Research Post

Adaptive Gradient Methods Converge Faster with Over-Parameterization (and you can do a line-search)


Adaptive gradient methods are typically used for training over-parameterized models capable of exactly fitting the data; we thus study their convergence in this interpolation setting. Under an interpolation assumption, we prove that AMSGrad with a constant step-size and momentum can converge to the minimizer at the faster O(1/T) rate for smooth, convex functions. Furthermore, in this setting, we show that AdaGrad can achieve an O(1) regret in the online convex optimization framework. When interpolation is only approximately satisfied, we show that constant step-size AMSGrad converges to a neighbourhood of the solution.

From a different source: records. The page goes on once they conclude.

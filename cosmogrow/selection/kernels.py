"""The compiled loops of the selection correction (`_kernels.c`), called through ctypes.

`AVAILABLE` is False when the extension was not built (no C compiler at install time) or when the
environment sets COSMOGROW_NUMPY_SELECTION=1; callers then use their numpy code, which gives the same
numbers (the single-cut terms bit for bit, the orthant to < 1e-12 in log P; tested) more slowly.
Each loop reads the latent mean, offset and variance from a source: `arrays(mu, delta, var)` (any
shapes that broadcast to (rows, cols), objects on the last axis) or an `Affine` source (the model's
affine latent mass computed inside the loop from per-walker coefficients); and writes into `out` (a
float array whose last axis is contiguous).
"""

import ctypes
import importlib.util
import os

import numpy as np

from .probit import _COEF, _GAUSS_LEGENDRE, _LO, _N_CELLS, _ORDERS, _RHO_SWITCH, _STEP

_P, _N = ctypes.c_void_p, ctypes.c_ssize_t
_TABLE = np.ascontiguousarray(_COEF.T)  # (cells, 4): one cell's coefficients side by side
#: Gauss-Legendre nodes on [0, 1] and half weights, per order, kept alive for the library
_RULES = {order: (np.ascontiguousarray(0.5 * (nodes + 1.0)), np.ascontiguousarray(0.5 * weights))
          for order, (nodes, weights) in _GAUSS_LEGENDRE.items()}


class _Source(ctypes.Structure):
    """cg_source of _kernels.c: three strided arrays, or (coef set) the affine latent model."""

    _fields_ = [("mu", _P), ("delta", _P), ("var", _P), ("mu_r", _N), ("mu_c", _N), ("de_r", _N),
                ("de_c", _N), ("va_r", _N), ("va_c", _N), ("coef", _P), ("coef_r", _N),
                ("sig2", _P), ("sig2_r", _N), ("sig2_at", _P), ("off", _P), ("off_r", _N),
                ("off_at", _P), ("host", _P), ("host_r", _N), ("host_at", _P),
                ("s", _P), ("x", _P), ("e", _P)]


def _load():
    if os.environ.get("COSMOGROW_NUMPY_SELECTION") == "1":
        return None
    spec = importlib.util.find_spec(f"{__package__}._kernels")
    if spec is None or not spec.origin or not spec.origin.endswith((".so", ".pyd", ".dylib")):
        return None
    try:
        lib = ctypes.CDLL(spec.origin)
    except OSError:
        return None
    source = ctypes.POINTER(_Source)
    lib.cg_set_table.argtypes = (_P, _N, ctypes.c_double, ctypes.c_double)
    lib.cg_log_phi.argtypes = (_N, _P, _P)
    lib.cg_cut_observed.argtypes = (_N, _N, source, _P, _P, _P, _N)
    lib.cg_cut_intrinsic.argtypes = (_N, _N, source) + (_P,) * 4 + (ctypes.c_int, _P, _N)
    lib.cg_vector_lookup.argtypes = (ctypes.c_int,)
    lib.cg_vector_lookup.restype = ctypes.c_int
    lib.cg_set_rule.argtypes = (ctypes.c_int, ctypes.c_int, _P, _P)
    lib.cg_set_rho_limits.argtypes = (ctypes.c_double, ctypes.c_double)
    lib.cg_orthant_independent.argtypes = (_N, _P, _P, _P, ctypes.c_int, _P)
    lib.cg_two_cuts.argtypes = (ctypes.c_int, _N, _N, source) + (_P,) * 7 + (_N,)
    for name in ("cg_set_table", "cg_log_phi", "cg_cut_observed", "cg_cut_intrinsic", "cg_set_rule",
                 "cg_set_rho_limits"):
        getattr(lib, name).restype = None
    lib.cg_orthant_independent.restype = lib.cg_two_cuts.restype = ctypes.c_int
    lib.cg_set_table(_TABLE.ctypes.data, _N_CELLS, _LO, 1.0 / _STEP)
    for slot, (order, (nodes, half_weights)) in enumerate(sorted(_RULES.items())):
        lib.cg_set_rule(slot, order, nodes.ctypes.data, half_weights.ctypes.data)
    lib.cg_set_rho_limits(_RHO_SWITCH, _ORDERS[0][0])
    return lib


_LIB = _load()
AVAILABLE = _LIB is not None


def _address(a):
    return a.__array_interface__["data"][0]


def _strided(value, keep):
    """(address, row stride, column stride) in elements of a float array of ndim <= 2 broadcast over
    (rows, cols); `keep` holds converted arrays alive until the call returns."""
    a = np.asarray(value, dtype=float)
    if a.ndim == 0:
        a = a.reshape(1)
    keep.append(a)
    item = a.itemsize
    if a.ndim == 1:
        return _address(a), 0, (a.strides[0] // item if a.shape[0] > 1 else 0)
    return (_address(a), a.strides[0] // item if a.shape[0] > 1 else 0,
            a.strides[1] // item if a.shape[1] > 1 else 0)


def _contiguous(value, n):
    return np.ascontiguousarray(np.broadcast_to(np.asarray(value, dtype=float), (n,)))


def _grid(out):
    """(rows, cols, row stride) of an output array of ndim 1 or 2 with a contiguous last axis."""
    if out.ndim == 1:
        return 1, out.shape[0], 0
    return out.shape[0], out.shape[1], out.strides[0] // out.itemsize


def usable(*arrays, out_shape):
    """Whether the compiled path takes these inputs for an output of out_shape: at most 2-d, and
    broadcasting to exactly that shape (the loops read by strides and must not run past an array)."""
    if not AVAILABLE or len(out_shape) > 2 or any(np.ndim(a) > 2 for a in arrays):
        return False
    try:
        return np.broadcast_shapes(out_shape, *(np.shape(a) for a in arrays)) == tuple(out_shape)
    except ValueError:
        return False


def vector_lookup(on=None):
    """Whether log Φ's table lookup uses the hand-written AVX loop (chosen at load time when the
    processor has AVX); `on` False / True switches to the portable loop and back (for tests).
    Both give the same numbers."""
    return bool(_LIB.cg_vector_lookup(-1 if on is None else int(bool(on))))


def log_phi(x):
    """log Φ(x) of a float array, as `probit.log_phi`."""
    x = np.ascontiguousarray(x, dtype=float)
    out = np.empty_like(x)
    _LIB.cg_log_phi(x.size, _address(x), _address(out))
    return out


class PerObject:
    """Per-object arrays of one group, contiguous, with their addresses taken once (and again
    after unpickling, where the arrays live elsewhere)."""

    def __init__(self, arrays, n):
        self.arrays = tuple(_contiguous(a, n) for a in arrays)  # kept alive for the addresses
        self.addresses = tuple(_address(a) for a in self.arrays)

    def __getstate__(self):
        return {"arrays": self.arrays}

    def __setstate__(self, state):
        self.arrays = state["arrays"]
        self.addresses = tuple(_address(a) for a in self.arrays)


def arrays(mu, delta, var):
    """A source reading mu, delta and var from arrays (objects on the last axis, broadcast to the
    output; see `usable`). Returns (source, arrays to keep alive during the call)."""
    keep = []
    source = _Source()
    source.mu, source.mu_r, source.mu_c = _strided(mu, keep)
    source.delta, source.de_r, source.de_c = _strided(delta, keep)
    source.var, source.va_r, source.va_c = _strided(var, keep)
    return source, keep


class Affine:
    """A source computing the latent mass of a group's objects inside the loops (the model's
    affine forward model, docs/method.md#model), per walker r and object j:

        mu = ((alpha_r + beta_r s_j) + host_r[host_at_j]) - k_eff_r x_j
        delta = off_r[off_at_j],   var = sig2_r[sig2_at_j] + beta2_r e_j

    Parameters
    ----------
    s, x, e : arrays (n,), centred host mass (dex), lever arm log10[(1+z)/(1+z_ref)], and the
        squared host-mass error (dex²) of each object
    sig2_at, off_at, host_at : int arrays (n,) or None, each object's column in the per-walker
        tables of intrinsic variances, method offsets and host-type offsets (None: column 0 of
        the variances; no offset)
    """

    def __init__(self, s, x, e, sig2_at=None, off_at=None, host_at=None):
        n = len(s)
        self._features = (tuple(_contiguous(a, n) for a in (s, x, e)),
                          tuple(None if a is None else np.ascontiguousarray(a, dtype=np.int32)
                                for a in (sig2_at, off_at, host_at)))
        if any(a is not None and a.size and a.min() < 0 for a in self._features[1]):
            raise ValueError("Affine: table indexes must be >= 0")
        # the table columns each index needs (a narrower table would be read past its end)
        self._columns = tuple(1 if a is None else int(a.max(initial=0)) + 1 for a in self._features[1])
        self._bind()

    def __getstate__(self):
        return {"_features": self._features}

    def __setstate__(self, state):
        self.__init__(*state["_features"][0], *state["_features"][1])

    def _bind(self):
        (s, x, e), (sig2_at, off_at, host_at) = self._features
        self.source = _Source()
        self.source.s, self.source.x, self.source.e = (_address(a) for a in (s, x, e))
        self.source.sig2_at = None if sig2_at is None else _address(sig2_at)
        self.source.off_at = None if off_at is None else _address(off_at)
        self.source.host_at = None if host_at is None else _address(host_at)
        self.has_offsets, self.has_hosts = off_at is not None, host_at is not None

    def at(self, coef, sig2, off=None, host=None):
        """The source at per-walker values: coef (rows, 4) of (alpha, beta, k_eff, beta²); tables
        sig2 (rows, n_scatter), off and host (rows, n_labels) or None, all C-contiguous float
        arrays (kept alive by the caller during the call). Returns a new source (so that calls from
        several threads do not share one)."""
        rows = len(coef)
        tables = (sig2, off if self.has_offsets else None, host if self.has_hosts else None)
        for a in (coef,) + tables:
            if a is not None and not (a.dtype == np.float64 and a.ndim == 2 and len(a) == rows
                                      and a.flags.c_contiguous):
                raise ValueError("Affine.at: every table must be a C-contiguous float array with one "
                                 "row per walker")
        if coef.shape[1] != 4 or any(a is not None and a.shape[1] < columns
                                     for a, columns in zip(tables, self._columns)):
            raise ValueError("Affine.at: a table has fewer columns than its indexes need")
        source = _Source.from_buffer_copy(self.source)
        source.coef, source.coef_r = _address(coef), coef.strides[0] // 8
        source.sig2, source.sig2_r = _address(sig2), sig2.strides[0] // 8
        if self.has_offsets:
            source.off, source.off_r = _address(off), off.strides[0] // 8
        if self.has_hosts:
            source.host, source.host_r = _address(host), host.strides[0] // 8
        return source


def cut_observed(source, per_object, out):
    """out = -log Φ((mu + (delta - lim)) / sqrt(var + spread_free)) (one observed-mass cut);
    per_object: PerObject of (lim, spread_free)."""
    rows, cols, out_r = _grid(out)
    _LIB.cg_cut_observed(rows, cols, ctypes.byref(source), *per_object.addresses, _address(out), out_r)
    return out


def cut_intrinsic(source, per_object, numerator, out):
    """out = num - log Φ((mu - lim)/sqrt(var + w2)) (one intrinsic-mass cut; see GroupTerms);
    per_object: PerObject of (lim, w2, m_obs, e2)."""
    rows, cols, out_r = _grid(out)
    _LIB.cg_cut_intrinsic(rows, cols, ctypes.byref(source), *per_object.addresses, int(bool(numerator)),
                          _address(out), out_r)
    return out


def orthant_independent(h, k, rho, log_h, log_k, order):
    """log P(X > h, Y > k) for 1-d arrays with rho < 0.925 (Plackett from rho = 0), clipped to
    Slepian's bounds: the `independent` branch of `probit.log_upper_orthant` (log_h, log_k are
    recomputed inside)."""
    arrays = [np.ascontiguousarray(a, dtype=float) for a in (h, k, rho)]
    out = np.empty(arrays[0].shape)
    if _LIB.cg_orthant_independent(out.size, *(_address(a) for a in arrays), order, _address(out)):
        raise ValueError(f"no compiled Gauss-Legendre rule of order {order}")
    return out


#: kind codes of cg_two_cuts
TWO_CUT_KINDS = {"oo": 0, "io": 1, "ii": 2}


def two_cuts(kind, source, per_object, out):
    """out = log numerator - log normaliser of two cuts per object (kind "oo", "io" or "ii");
    per_object: PerObject of (lim_a, lim_b, w2a, w2b, m_obs, e2). Returns False (out undefined)
    when a correlation reaches 0.925, where the caller's numpy code must be used."""
    rows, cols, out_r = _grid(out)
    status = _LIB.cg_two_cuts(TWO_CUT_KINDS[kind], rows, cols, ctypes.byref(source), *per_object.addresses,
                              _address(out), out_r)
    return status == 0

On the other hand, we prove that AdaGrad is robust to the violation of interpolation and converges to the minimizer at the optimal rate. However, we demonstrate that even for simple, convex problems satisfying interpolation, the empirical performance of these methods heavily depends on the step-size and requires tuning. We alleviate this problem by using stochastic line-search (SLS) and Polyak's step-sizes (SPS) to help these methods adapt to the function's local smoothness. By using these techniques, we prove that AdaGrad and AMSGrad do not require knowledge of problem-dependent constants and retain the convergence guarantees of their constant step-size counterparts. Experimentally, we show that these techniques help improve the convergence and generalization performance across tasks, from binary classification with kernel mappings to classification with deep neural networks.